Monitoring Human Engagement in a Situated Dialogue
Currently, many AI dialogue assistants such as Siri, Xiaodu smart speakers, or Alexa have become very popular. However despite their initial popularity, many users rely on them only to set timers or play particular songs etc. Achieving true conversational interaction will require considerably more research.
One metric that will be very important to maximise in order to achieve true conversational interaction is engagement. In the context of dialogue systems, engagement can be thought of as an estimate of just how much the user is interacting with a dialogue system, and importantly, a measure of whether they are enjoying the interaction and are likely to continue into the future. Without having strong engagement, system and users cannot maintain a long history connection. In order to enhance engagement, we must monitor the physical and audio signs of engagement, and also fine tune the language produced by the system in order to maximise the user engagement and adjust strategy as appropriate.
In this PhD project, we will focus on the issue of engagement in dialogue and model how it can be monitored, and how dialogue policies can be adjusted to account for situated engagement. For modelling we will look at a combination of visual and audio / content monitoring to estimate engagement levels. The visual aspects might for example include facial thermal images (applying noir camera filters), facial expression or body temperature and blood pressure. Audio and content elements will focus on the amount of pauses etc in speech as well as the sentiment of content. In the second part of this work we will look at how the dialogue production policy can be adjusted in task oriented dialogues to maximise engagement and fine tune to individual users. One potential model that we will investigate for this purpose is Hierarchical Deep Reinforcement Learning. Deep Reinforcement Learning has in general been found to be very useful in planning dialogue strategy.
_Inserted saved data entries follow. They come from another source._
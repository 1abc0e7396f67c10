"""What long work of this room is told by: it says how far it is, and learns that it should stop."""

from typing import Protocol


class Course(Protocol):
    """Whoever began the work; both methods raise Stopped where stopping was asked for."""

    def say(self, words: str, done: int = 0, of: int = 0) -> None: ...
    def go_on(self) -> None: ...


class Unwatched:
    """Nobody watches, nobody stops the work."""

    def say(self, words: str, done: int = 0, of: int = 0) -> None:
        """Tell nobody."""

    def go_on(self) -> None:
        """Go on."""


UNWATCHED = Unwatched()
A hierarchical variant of it has to potential to sperate the different levels of language production so that the policies can come more potential variations without becoming computationally too costly.
Empirical studies and computational modelling will be balanced through the entire PhD project. Data collection and models validation will be executed in empirical studies. As for computational modelling, it is a learning process of Hierarchical Reinforcement learning by a study of the current state-of-the-art methods in the end-to-end neural dialogue processes.